The response must reproduce exactly every line of the material below holding the word "true".

============

// The Mechanisms view and the status item: what the report says, and nothing at all where nothing is declared.

import assert from "node:assert/strict";
import { perCent } from "../../support/handNumbers.js";
import type { Editor } from "../editor.js";
import { newFolder, plainFolder } from "../paths.js";
import { mechanismIn, reportOn } from "../reportOn.js";
import { waitUntil } from "../waitUntil.js";
import { workbench } from "./session.js";

const STATUS = "#loadmark\\.loadmark\\.loadmark\\.status";

describe("the overview of the workspace", () => {
  it("lists the robot's mechanisms with their share of stall, as reported", async () => {
    const editor = await workbench().open("mechanisms/shelfLift.ts");
    const report = await reportOn(editor.folder);
    const rows = await editor.showMechanisms();
    const texts = await waitUntil("a row of each mechanism", async () => {
      const all = (await rows.allInnerTexts()).map((text) => text.replaceAll("\n", ""));
      return all.length > report.mechanisms.length ? all : undefined;
    });
    assert.ok(texts[0]?.startsWith("seedling carrier"));
    for (const { name } of report.mechanisms) {
      const share = perCent(mechanismIn(report, name).hardest.stallShare ?? Number.NaN);
      const isRow = (text: string) => text.startsWith(`${name}${share} of stall`);
      assert.ok(texts.some(isRow), `No row of ${JSON.stringify(texts)} has ${name} at ${share}.`);
    }
  });

  it("leads to a declaration by a click", async () => {
    const editor = await workbench().open("gearing.ts");
    const rows = await editor.showMechanisms();
    await rows.filter({ hasText: "watering arm" }).click();
    await editor.page.waitForSelector('.tab.active[data-resource-name="wateringArm.ts"]');
    await editor.waitForSquiggles("its error", (squiggles) => squiggles.some(({ level }) => level === "error"));
  });

  it("counts findings in one status item, and follows an edit", async () => {
    const editor = await workbench().open("mechanisms/wateringArm.ts");
    await editor.waitForLens();
    await waitForStatus(editor, "Loadmark: 1 error");
    assert.equal(await editor.page.locator(STATUS).count(), 1);
    // It no longer stalls, but is past its peak of power still.
    await editor.retype("spur(PINION, WATERING_DRIVEN)", "spur(10, 60)");
    await waitForStatus(editor, "warning");
    await editor.save();
    const { findings } = await reportOn(editor.folder);
    assert.ok(findings.some(({ rule, mechanism }) => rule === "past-peak" && mechanism === "watering arm"));
    await waitForStatus(editor, `${findings.filter(({ level }) => level === "warning").length} warnings`);
  });

  it("says what to do where nothing is declared yet, and opens an example", async () => {
    const editor = await workbench().open("plan.ts", newFolder);
    const { page } = editor;
    const header = page.locator('.pane-header[aria-label^="Mechanisms"]');
    await header.waitFor();
    const welcome = page.locator(".pane:has(> .pane-header[aria-label^='Mechanisms']) .welcome-view-content");
    const example = welcome.getByRole("button", { name: "Open an Example" });
    // A view that is closed has no words yet.
    await waitUntil("the welcome of the view", async () => {
      if ((await header.getAttribute("aria-expanded")) !== "true") await header.click();
      return (await example.count()) > 0 ? true : undefined;
    });
    assert.match((await welcome.textContent()) ?? "", /No mechanism is declared yet/);
    await example.click();
    await page.locator(".view-line", { hasText: "Invented" }).first().waitFor();
    const rows = page.locator('.pane:has(> .pane-header[aria-label^="Mechanisms"]) .monaco-list-row');
    await rows.filter({ hasText: "tray mover" }).waitFor();
    await rows.filter({ hasText: "flap" }).waitFor();
  });

  it("is absent where nothing is declared", async () => {
    const editor = await workbench().open("tally.ts", plainFolder);
    // TypeScript's own finding tells that the file has been looked at.
    await editor.waitForSquiggles("TypeScript's error", (squiggles) => squiggles.some(({ text }) => text === "trays"));
    assert.equal(await editor.page.locator(STATUS).count(), 0);
    assert.equal(await editor.page.locator('.pane-header[aria-label^="Mechanisms"]').count(), 0);
  });
});

async function waitForStatus(editor: Editor, part: string): Promise<void> {
  let last = "";
  const look = async () => {
    last = (await editor.page.locator(STATUS).allTextContents()).join();
    return last.includes(part) ? true : undefined;
  };
  await waitUntil(`"${part}" in the status`, look, 15_000, () => `it says "${last}"`);
}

============

● TASK OUTPUT
      if ((await header.getAttribute("aria-expanded")) !== "true") await header.click();
      return (await example.count()) > 0 ? true : undefined;
    return last.includes(part) ? true : undefined;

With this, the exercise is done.